> **ASSIGNED TASK**
Your answer should be every line of the records that contains the word "sortedQuantile", copied as it stands.

[Records from a data source]
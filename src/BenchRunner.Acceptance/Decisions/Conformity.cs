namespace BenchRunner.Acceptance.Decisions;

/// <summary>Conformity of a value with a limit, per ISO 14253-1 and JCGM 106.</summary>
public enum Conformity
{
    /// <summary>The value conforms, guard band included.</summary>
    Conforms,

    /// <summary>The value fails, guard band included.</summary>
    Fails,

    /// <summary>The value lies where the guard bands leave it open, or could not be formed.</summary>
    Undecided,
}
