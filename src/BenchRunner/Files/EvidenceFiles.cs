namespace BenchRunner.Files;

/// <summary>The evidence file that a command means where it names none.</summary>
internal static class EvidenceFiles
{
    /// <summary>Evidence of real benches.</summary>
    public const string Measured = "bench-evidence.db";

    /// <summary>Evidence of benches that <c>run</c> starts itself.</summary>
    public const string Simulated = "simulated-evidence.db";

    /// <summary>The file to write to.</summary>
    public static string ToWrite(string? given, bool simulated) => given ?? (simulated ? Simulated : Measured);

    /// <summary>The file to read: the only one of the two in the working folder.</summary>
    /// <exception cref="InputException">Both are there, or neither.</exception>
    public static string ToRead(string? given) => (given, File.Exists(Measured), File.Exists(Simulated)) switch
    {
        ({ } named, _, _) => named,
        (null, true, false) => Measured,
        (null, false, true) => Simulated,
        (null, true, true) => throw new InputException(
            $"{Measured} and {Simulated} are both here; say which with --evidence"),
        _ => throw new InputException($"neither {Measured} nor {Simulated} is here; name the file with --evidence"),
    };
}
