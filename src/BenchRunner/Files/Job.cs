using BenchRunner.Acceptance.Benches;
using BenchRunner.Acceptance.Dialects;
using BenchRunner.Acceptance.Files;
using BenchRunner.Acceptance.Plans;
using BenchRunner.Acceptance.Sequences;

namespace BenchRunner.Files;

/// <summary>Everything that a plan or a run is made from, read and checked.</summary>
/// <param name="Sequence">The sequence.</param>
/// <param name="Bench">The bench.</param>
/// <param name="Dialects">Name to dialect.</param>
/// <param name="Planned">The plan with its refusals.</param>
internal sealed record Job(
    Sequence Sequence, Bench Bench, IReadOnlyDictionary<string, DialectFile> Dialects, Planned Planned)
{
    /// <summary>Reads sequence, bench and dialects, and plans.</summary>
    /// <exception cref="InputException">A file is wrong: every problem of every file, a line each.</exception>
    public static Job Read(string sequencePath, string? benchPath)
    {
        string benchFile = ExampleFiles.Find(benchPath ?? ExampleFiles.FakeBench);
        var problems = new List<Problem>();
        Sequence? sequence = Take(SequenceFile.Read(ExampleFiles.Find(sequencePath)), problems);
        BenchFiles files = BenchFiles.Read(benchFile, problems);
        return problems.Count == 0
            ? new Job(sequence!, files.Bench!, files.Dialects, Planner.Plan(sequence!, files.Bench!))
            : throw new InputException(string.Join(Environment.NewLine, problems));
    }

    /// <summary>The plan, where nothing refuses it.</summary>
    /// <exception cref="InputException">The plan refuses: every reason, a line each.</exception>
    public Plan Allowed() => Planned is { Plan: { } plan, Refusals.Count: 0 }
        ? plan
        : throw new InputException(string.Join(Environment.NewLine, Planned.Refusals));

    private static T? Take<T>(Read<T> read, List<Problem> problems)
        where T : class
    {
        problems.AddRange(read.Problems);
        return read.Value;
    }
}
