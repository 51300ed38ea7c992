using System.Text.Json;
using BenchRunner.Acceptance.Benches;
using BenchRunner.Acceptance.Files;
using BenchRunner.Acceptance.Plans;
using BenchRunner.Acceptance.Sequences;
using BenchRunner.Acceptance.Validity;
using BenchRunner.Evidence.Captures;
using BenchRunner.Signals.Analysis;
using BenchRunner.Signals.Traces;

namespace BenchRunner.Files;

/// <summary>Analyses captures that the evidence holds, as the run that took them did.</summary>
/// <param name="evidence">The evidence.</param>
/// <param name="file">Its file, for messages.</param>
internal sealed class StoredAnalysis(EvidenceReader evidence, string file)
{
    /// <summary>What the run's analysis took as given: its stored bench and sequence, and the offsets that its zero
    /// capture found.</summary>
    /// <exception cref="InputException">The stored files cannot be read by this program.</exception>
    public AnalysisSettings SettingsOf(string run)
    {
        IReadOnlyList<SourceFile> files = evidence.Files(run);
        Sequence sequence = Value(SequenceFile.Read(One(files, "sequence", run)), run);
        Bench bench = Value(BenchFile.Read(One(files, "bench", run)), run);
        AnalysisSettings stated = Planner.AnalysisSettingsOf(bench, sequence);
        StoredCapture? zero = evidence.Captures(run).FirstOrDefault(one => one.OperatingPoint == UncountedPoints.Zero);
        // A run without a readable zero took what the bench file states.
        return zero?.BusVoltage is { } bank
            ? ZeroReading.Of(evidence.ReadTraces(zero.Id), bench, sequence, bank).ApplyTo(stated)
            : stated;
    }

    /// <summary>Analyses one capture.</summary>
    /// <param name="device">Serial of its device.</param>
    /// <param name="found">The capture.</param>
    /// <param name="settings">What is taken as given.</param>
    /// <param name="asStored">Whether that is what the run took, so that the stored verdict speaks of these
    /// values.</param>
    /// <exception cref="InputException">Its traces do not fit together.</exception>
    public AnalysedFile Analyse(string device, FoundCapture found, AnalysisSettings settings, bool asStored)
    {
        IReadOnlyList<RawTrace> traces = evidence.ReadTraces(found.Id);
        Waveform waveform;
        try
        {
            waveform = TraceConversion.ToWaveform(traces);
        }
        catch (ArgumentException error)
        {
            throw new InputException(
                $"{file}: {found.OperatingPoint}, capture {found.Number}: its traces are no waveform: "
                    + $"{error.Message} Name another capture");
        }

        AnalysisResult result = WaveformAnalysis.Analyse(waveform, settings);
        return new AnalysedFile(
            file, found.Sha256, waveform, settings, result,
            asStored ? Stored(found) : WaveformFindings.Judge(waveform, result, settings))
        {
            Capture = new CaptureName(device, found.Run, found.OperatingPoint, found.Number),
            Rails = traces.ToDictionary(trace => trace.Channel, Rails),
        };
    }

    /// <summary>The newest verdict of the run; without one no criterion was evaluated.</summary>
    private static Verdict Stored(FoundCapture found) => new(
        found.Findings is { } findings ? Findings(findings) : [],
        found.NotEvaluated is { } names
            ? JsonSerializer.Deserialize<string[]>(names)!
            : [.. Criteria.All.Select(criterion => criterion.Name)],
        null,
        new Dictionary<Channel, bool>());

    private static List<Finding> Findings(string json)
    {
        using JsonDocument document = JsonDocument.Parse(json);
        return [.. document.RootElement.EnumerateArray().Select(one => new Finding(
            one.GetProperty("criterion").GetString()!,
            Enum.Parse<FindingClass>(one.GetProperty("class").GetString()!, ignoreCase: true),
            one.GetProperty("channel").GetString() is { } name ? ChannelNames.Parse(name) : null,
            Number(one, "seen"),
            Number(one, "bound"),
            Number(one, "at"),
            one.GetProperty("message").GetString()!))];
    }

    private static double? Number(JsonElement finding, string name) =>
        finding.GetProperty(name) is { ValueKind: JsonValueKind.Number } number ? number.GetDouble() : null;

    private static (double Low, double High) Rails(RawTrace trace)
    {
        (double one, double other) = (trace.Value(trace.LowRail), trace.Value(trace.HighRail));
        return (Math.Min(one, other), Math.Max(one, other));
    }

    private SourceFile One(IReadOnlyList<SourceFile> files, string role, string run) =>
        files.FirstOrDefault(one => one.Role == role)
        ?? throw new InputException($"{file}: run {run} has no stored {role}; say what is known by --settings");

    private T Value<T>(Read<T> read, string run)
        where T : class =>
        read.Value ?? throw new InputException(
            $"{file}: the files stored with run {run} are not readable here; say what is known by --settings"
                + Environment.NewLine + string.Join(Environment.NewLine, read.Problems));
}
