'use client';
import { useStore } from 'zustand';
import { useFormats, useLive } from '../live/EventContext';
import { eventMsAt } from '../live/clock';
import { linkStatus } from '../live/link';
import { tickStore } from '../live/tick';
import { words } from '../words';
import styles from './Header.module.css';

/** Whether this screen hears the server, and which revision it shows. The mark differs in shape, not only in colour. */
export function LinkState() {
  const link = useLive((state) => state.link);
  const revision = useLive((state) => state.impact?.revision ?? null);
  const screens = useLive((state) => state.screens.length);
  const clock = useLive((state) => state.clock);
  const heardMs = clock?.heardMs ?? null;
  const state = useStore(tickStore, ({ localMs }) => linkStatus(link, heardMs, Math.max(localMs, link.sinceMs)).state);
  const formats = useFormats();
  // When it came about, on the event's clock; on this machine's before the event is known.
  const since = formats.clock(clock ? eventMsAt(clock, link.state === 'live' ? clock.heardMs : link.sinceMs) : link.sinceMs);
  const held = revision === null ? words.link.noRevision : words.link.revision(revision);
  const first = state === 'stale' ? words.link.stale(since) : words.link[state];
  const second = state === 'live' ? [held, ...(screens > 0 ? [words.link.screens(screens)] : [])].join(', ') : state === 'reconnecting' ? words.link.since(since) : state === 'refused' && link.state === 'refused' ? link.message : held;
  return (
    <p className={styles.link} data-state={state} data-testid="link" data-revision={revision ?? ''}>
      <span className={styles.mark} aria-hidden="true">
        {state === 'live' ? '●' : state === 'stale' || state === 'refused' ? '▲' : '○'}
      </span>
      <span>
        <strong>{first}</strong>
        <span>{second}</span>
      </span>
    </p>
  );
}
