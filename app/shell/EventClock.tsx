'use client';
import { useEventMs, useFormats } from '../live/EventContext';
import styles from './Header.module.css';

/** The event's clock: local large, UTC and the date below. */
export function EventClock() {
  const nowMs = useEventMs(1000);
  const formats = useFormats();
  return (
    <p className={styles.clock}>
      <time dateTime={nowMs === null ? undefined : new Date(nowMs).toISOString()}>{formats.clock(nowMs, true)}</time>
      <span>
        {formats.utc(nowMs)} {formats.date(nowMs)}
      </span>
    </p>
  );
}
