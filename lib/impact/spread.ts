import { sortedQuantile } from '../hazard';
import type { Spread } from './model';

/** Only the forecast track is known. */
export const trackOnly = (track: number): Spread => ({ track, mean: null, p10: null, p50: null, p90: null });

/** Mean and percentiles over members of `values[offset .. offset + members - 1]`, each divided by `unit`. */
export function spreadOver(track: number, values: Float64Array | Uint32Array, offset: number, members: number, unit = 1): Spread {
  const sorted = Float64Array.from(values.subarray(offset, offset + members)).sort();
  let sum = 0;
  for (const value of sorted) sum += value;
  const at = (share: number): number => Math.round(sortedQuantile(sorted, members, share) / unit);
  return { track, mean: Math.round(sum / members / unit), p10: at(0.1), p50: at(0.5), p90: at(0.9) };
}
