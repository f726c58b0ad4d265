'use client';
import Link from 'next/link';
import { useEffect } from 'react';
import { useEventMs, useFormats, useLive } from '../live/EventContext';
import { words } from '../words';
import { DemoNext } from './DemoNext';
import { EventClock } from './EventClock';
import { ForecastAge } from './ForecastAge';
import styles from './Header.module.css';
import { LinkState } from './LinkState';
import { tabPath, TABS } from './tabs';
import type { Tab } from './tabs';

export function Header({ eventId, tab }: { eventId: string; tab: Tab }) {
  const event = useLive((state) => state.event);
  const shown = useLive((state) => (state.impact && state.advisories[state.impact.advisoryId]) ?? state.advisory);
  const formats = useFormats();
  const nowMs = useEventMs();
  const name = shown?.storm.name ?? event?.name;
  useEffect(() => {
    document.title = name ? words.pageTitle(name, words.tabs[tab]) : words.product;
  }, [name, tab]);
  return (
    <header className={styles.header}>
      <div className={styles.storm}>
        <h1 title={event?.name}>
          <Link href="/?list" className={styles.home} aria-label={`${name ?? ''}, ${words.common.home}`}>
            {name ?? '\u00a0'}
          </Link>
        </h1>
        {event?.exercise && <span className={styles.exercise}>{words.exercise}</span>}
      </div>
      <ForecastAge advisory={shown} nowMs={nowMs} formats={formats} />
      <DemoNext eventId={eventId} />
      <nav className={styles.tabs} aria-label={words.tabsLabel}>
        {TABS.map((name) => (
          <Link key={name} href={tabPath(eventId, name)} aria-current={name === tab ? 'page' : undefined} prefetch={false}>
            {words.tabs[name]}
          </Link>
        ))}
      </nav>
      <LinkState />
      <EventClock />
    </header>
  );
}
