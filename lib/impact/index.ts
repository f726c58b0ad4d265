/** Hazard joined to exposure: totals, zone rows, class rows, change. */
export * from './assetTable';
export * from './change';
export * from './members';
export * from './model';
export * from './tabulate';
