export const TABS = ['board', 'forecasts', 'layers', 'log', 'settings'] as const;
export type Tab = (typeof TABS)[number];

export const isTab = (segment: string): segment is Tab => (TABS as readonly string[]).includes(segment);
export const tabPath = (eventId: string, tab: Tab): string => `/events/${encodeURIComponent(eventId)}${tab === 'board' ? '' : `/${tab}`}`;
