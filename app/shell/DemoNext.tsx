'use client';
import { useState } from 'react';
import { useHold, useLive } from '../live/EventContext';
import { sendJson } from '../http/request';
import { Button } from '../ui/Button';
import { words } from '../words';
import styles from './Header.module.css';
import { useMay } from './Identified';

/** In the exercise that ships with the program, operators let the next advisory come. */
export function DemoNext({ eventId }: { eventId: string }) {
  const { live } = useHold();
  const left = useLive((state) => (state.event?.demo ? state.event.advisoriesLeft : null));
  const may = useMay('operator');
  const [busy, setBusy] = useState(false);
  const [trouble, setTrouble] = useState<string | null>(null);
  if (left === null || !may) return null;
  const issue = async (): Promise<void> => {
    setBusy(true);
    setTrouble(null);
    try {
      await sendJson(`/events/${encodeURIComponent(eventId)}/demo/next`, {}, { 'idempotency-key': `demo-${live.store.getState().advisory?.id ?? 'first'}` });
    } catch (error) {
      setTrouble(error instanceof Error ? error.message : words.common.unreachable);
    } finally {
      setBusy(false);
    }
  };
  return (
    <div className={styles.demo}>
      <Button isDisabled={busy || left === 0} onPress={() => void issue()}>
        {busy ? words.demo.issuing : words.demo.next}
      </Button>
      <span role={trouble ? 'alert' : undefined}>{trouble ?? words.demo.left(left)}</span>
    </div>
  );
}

> **ANSWER SPACE**
import { sortedQuantile } from '../hazard';
  const at = (share: number): number => Math.round(sortedQuantile(sorted, members, share) / unit);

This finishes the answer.